To Priestley Explained

"To Priestley" is a sonnet by Samuel Taylor Coleridge first published in the 11 December 1794 Morning Chronicle. Like most of the Sonnets on Eminent Characters, "To Priestley" addresses an individual Coleridge particularly admired; Joseph Priestley held many political and theological beliefs that Coleridge adopted during this time.

Background

Coleridge completed "To Priestley" at the beginning of December 1794. Following "To Burke", "To Priestley was published in the 11 December 1794 Morning Chronicle as the third poem in the Sonnets on Eminent Characters series. The poem was later included in Coleridge's 1796 collection of poems and collections printed after with few changes.[1]

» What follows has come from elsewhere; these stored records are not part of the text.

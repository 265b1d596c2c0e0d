package readers

import (
	"math"
	"strings"

	"strainledger/mesh"
)

// VTK's library describes integration points by information keys of arrays: a cell
// array carries a DICTIONARY with one definition for each cell type, and a field array
// the name of the cell array that says where the values of each cell begin.

// schemeLimit is the largest number of nodes, and of points, of a definition.
const schemeLimit = 1000

// informationKey returns an information key of an array, or nil.
func informationKey(e *element, name string) *element {
	for _, child := range e.children {
		if child.name == "InformationKey" && child.attribute("name") == name && child.attribute("location") == "vtkQuadratureSchemeDefinition" {
			return child
		}
	}
	return nil
}

// informationText returns the text of an information key, "" without it.
func (x *xmlFile) informationText(e *element, name string) string {
	key := informationKey(e, name)
	if key == nil {
		return ""
	}
	text, _ := x.textOf(key)
	return strings.TrimSpace(text)
}

// addSchemes takes the definitions of a piece's cell arrays into the model, of one cell
// type the first.
func (o *opener) addSchemes(x *xmlFile, piece *element) error {
	for _, array := range piece.child("CellData").arrays() {
		key := informationKey(array, "DICTIONARY")
		if key == nil {
			continue
		}
		for _, e := range key.children {
			if e.name != "vtkQuadratureSchemeDefinition" {
				continue
			}
			scheme, err := x.scheme(e)
			if err != nil {
				return err
			}
			isKnown := false
			for _, other := range o.model.Schemes {
				isKnown = isKnown || other.Type == scheme.Type
			}
			if !isKnown {
				o.model.Schemes = append(o.model.Schemes, *scheme)
			}
		}
	}
	return nil
}

// scheme reads the definition for one cell type.
func (x *xmlFile) scheme(e *element) (*mesh.Scheme, error) {
	var counts [3]int64
	for i, name := range []string{"CellType", "NumberOfNodes", "NumberOfQuadraturePoints"} {
		child := e.child(name)
		if child == nil {
			return nil, placedAt(x.file, e, malformed("element %s: found no element %s", e.name, name))
		}
		var err error
		if counts[i], err = count(child, "value"); err == nil && counts[i] > schemeLimit {
			err = attributeError(child, "value", child.attribute("value"), "at most 1000")
		}
		if err != nil {
			return nil, placedAt(x.file, child, err)
		}
	}
	if counts[0] > math.MaxUint8 {
		return nil, placedAt(x.file, e, malformed("found cell type %d, need one of VTK's", counts[0]))
	}
	scheme := &mesh.Scheme{Type: mesh.CellType(counts[0]), Nodes: int(counts[1])}
	var err error
	if scheme.Shapes, err = x.numbersIn(e, "ShapeFunctionWeights", counts[1]*counts[2]); err != nil {
		return nil, err
	}
	scheme.Weights, err = x.numbersIn(e, "QuadratureWeights", counts[2])
	return scheme, err
}

// numbersIn reads the numbers inside a child of an element.
func (x *xmlFile) numbersIn(e *element, name string, numbers int64) ([]float64, error) {
	child := e.child(name)
	if child == nil {
		return nil, placedAt(x.file, e, malformed("element %s: found no element %s", e.name, name))
	}
	a := &column{Array: mesh.Array{Name: name, Components: 1}, file: x.file, number: float64Number, start: child.start}
	a.payload = payload{form: textForm, text: newIndex(x.file, child.start, child.end, true)}
	values := make([]float64, numbers)
	return values, a.valuesTo(x.cursor, 0, numbers, values)
}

After a mob burned Priestley's Birmingham house during the summer of 1791, he left England for America.[2] The mob that drove Priestley away were motivated by Priestley's support of the French Revolution. Coleridge's own views were similar to Priestley's and even Priestley's ideas expressed in Experiments and Observations on Different Kinds of Air and Disquisitions relating to Matter and Spirit were discussed in part in Coleridge's poetry.[3]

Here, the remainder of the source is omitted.